Neural Methods for Amortized Inference

  • Andrew Zammit-Mangion1, Matthew Sainsbury-Dale1,2 and Raphaël Huser2
  • 1School of Mathematics and Applied Statistics, University of Wollongong, Wollongong, New South Wales, Australia; email: [email protected] 2Statistics Program, Computer, Electrical and Mathematical Sciences and Engineering Division, King Abdullah University of Science and Technology (KAUST), Thuwal, Saudi Arabia
  • Vol. 12:311-335 (Volume publication date March 2025)
  • First published as a Review in Advance on November 12, 2024
  • Copyright © 2025 by the author(s).
    This work is licensed under a Creative Commons Attribution 4.0 International License, which permits unrestricted use, distribution, and reproduction in any medium, provided the original author and source are credited.

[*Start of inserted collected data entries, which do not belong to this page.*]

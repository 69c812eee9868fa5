/** Rows 31 to 33: groove type, square groove, and smaller angle, smaller opening or larger face beyond the tolerances. */
import { between, closed, UNLIMITED, unknownNumeric } from '../../../ranges/numeric.ts'
import type { Interval } from '../../../schemas/common.ts'
import type { WeldingVariables } from '../../../schemas/welding.ts'
import type { UnitSystem } from '../../../units/types.ts'
import { figures, isStated, tidy, unitOf } from '../../common/reading.ts'
import { figureRule, namedRule } from '../../common/rule-kinds.ts'
import { list, names, show } from '../../common/wording.ts'
import type { Rule, RuleContext } from '../../rule.ts'
import { meta } from '../meta.ts'
import { matchDetail } from '../prequalified/match-detail.ts'
import { testKind } from '../ranges.ts'
import type { Variable } from '../variables.ts'

const isGroove = (context: RuleContext): boolean => context.procedure.joint.weld === 'groove'

const type = namedRule({
  meta: meta('groove_type'),
  field: 'joint.groove',
  at: 'weld',
  label: 'groove type',
  applies: isGroove,
  asked: (context) => (context.procedure.joint.groove ? [context.procedure.joint.groove] : null),
  tested: (_context, side) => (side.variables.joint.weld === 'fillet' ? undefined : side.variables.joint.groove),
  because: 'A complete-penetration test covers every groove detail that meets the prequalified dimensions, else its own type.',
  setValue: (name) => name,
})

export const grooveType: Rule = {
  ...type,
  check(context, sides, joined) {
    const judged = type.check(context, sides, joined)
    if (judged?.verdict !== 'outside' || !context.block || !sides.some((side) => testKind(side.variables) === 'complete')) return judged
    const match = matchDetail(context.procedure, context.block, context.system)
    const complete = names(sides.filter((side) => testKind(side.variables) === 'complete'))
    if (match.fits === 'yes' && match.detail) return { ...judged, verdict: 'within', sentence: `The groove meets the prequalified dimensions of ${match.detail.code}, so the complete-penetration test of ${complete} covers it.`, basis: match.detail.basis === 'read' ? 'secondary' : match.detail.basis, fixes: [] }
    const why = match.misses.length > 0 ? `it does not fit the nearest detail kept here: ${list(match.misses.map(({ sentence }) => sentence))}` : match.lacking.length > 0 ? `the draft leaves open ${list(match.lacking)}` : 'no detail for such a groove is kept here'
    return { ...judged, verdict: 'cannot-tell', sentence: `The groove type is not that of ${complete}, which covers another type only where its detail meets the prequalified dimensions; ${why}.`, missing: match.lacking.length > 0 ? match.lacking.map((field) => `procedure: ${field}`) : ['a prequalified detail that the groove meets'] }
  },
}

const squareOr = ({ joint }: WeldingVariables): string | null => (joint.groove === null ? null : joint.groove === 'square' ? 'square groove' : 'other groove')

export const squareGroove = namedRule({
  meta: meta('square_groove'),
  field: 'joint.groove',
  at: 'weld',
  label: 'kind of groove (square or other)',
  applies: isGroove,
  asked(context) {
    const value = squareOr(context.procedure)
    return value ? [value] : null
  },
  tested: (_context, side) => (side.variables.joint.weld === 'fillet' ? undefined : squareOr(side.variables)),
  because: 'A square groove and any other groove are qualified apart.',
})

/** Fit-up tolerances as printed; the opening of a backgouged root may close further, its face is not limited. */
const TOLERANCE = { SI: { opening: 2, openingGouged: 3, face: 2 }, US: { opening: 1 / 16, openingGouged: 1 / 8, face: 1 / 16 } } as const
const ANGLE = 5

const isGouged = ({ joint }: WeldingVariables): boolean => joint.backGouging !== null && joint.backGouging !== 'none'

interface Measure { variable: Variable; field: string; label: string; dimension: 'length' | 'angle'; value: (variables: WeldingVariables) => Interval | null; may: 'fall' | 'rise'; room: (variables: WeldingVariables, system: UnitSystem) => number | null; arises: (variables: WeldingVariables) => boolean }

const notSquare = ({ joint }: WeldingVariables): boolean => joint.groove !== 'square'
const isFlare = ({ joint }: WeldingVariables): boolean => joint.groove === 'flare-bevel' || joint.groove === 'flare-v'

function measure({ variable, field, label, dimension, value, may, room, arises }: Measure): Rule {
  return figureRule({
    meta: meta(variable),
    field,
    at: 'weld',
    label,
    dimension,
    applies: (context) => isGroove(context) && arises(context.procedure),
    asked(context) {
      const { min, max, all, fault } = figures(value(context.procedure), dimension, context.system)
      if (fault) return 'fault'
      if (all) return { min: null, max: null }
      const low = min ?? max
      const high = max ?? min
      // Only the end that counts: the smallest opening or angle, the largest face.
      return low === null || high === null ? null : may === 'fall' ? { min: low, max: low } : { min: high, max: high }
    },
    range(context, side) {
      const { system } = context
      const unit = unitOf(dimension, system)
      if (side.variables.joint.weld === 'fillet') return null
      // A test of another groove says nothing of this measure: the groove type is judged by itself.
      if (!arises(side.variables)) return { range: between(dimension, unit, UNLIMITED, UNLIMITED), tested: null, reason: `${side.coupon.number} has a groove without ${label}.` }
      const { min, max, fault } = figures(value(side.variables), dimension, system)
      const had = may === 'fall' ? (min ?? max) : (max ?? min)
      if (had === null || fault) return { range: unknownNumeric(dimension, unit), tested: null, reason: `${side.coupon.number} does not record the ${label}.`, missing: [`${side.coupon.number}: ${field}`] }
      const step = room(side.variables, system)
      if (step === null) return { range: between(dimension, unit, UNLIMITED, UNLIMITED), tested: had, reason: `The ${label} of a backgouged root is not limited.` }
      const edge = tidy(may === 'fall' ? had - step : had + step)
      return { range: may === 'fall' ? between(dimension, unit, closed(edge), UNLIMITED) : between(dimension, unit, UNLIMITED, closed(edge)), tested: had, reason: `${show(had, unit)} may be ${show(step, unit)} ${may === 'fall' ? 'less' : 'more'}.` }
    },
  })
}

export const grooveAngle = measure({
  variable: 'groove_angle', field: 'joint.includedAngle', label: 'groove angle', dimension: 'angle', may: 'fall',
  value: ({ joint }) => (isStated(joint.includedAngle) ? joint.includedAngle : joint.bevelAngle),
  room: () => ANGLE,
  arises: (variables) => notSquare(variables) && !isFlare(variables),
})
export const rootOpening = measure({
  variable: 'root_opening', field: 'joint.rootOpening', label: 'root opening', dimension: 'length', may: 'fall',
  value: ({ joint }) => joint.rootOpening,
  room: (variables, system) => TOLERANCE[system][isGouged(variables) ? 'openingGouged' : 'opening'],
  arises: () => true,
})
export const rootFace = measure({
  variable: 'root_face', field: 'joint.rootFace', label: 'root face', dimension: 'length', may: 'rise',
  value: ({ joint }) => joint.rootFace,
  room: (variables, system) => (isGouged(variables) ? null : TOLERANCE[system].face),
  arises: notSquare,
})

See credit lines of images or other third-party material in this article for license information.

Abstract

Simulation-based methods for statistical inference have evolved dramatically over the past 50 years, keeping pace with technological advancements. The field is undergoing a new revolution as it embraces the representational capacity of neural networks, optimization libraries, and graphics processing units for learning complex mappings between data and inferential targets. The resulting tools are amortized, in the sense that, after an initial setup cost, they allow rapid inference through fast feed-forward operations. In this article we review recent progress in the context of point estimation, approximate Bayesian inference, summary-statistic construction, and likelihood approximation. We also cover software and include a simple illustration to showcase the wide array of tools available for amortized inference and the benefits they offer over Markov chain Monte Carlo methods. The article concludes with an overview of relevant topics and an outlook on future research directions.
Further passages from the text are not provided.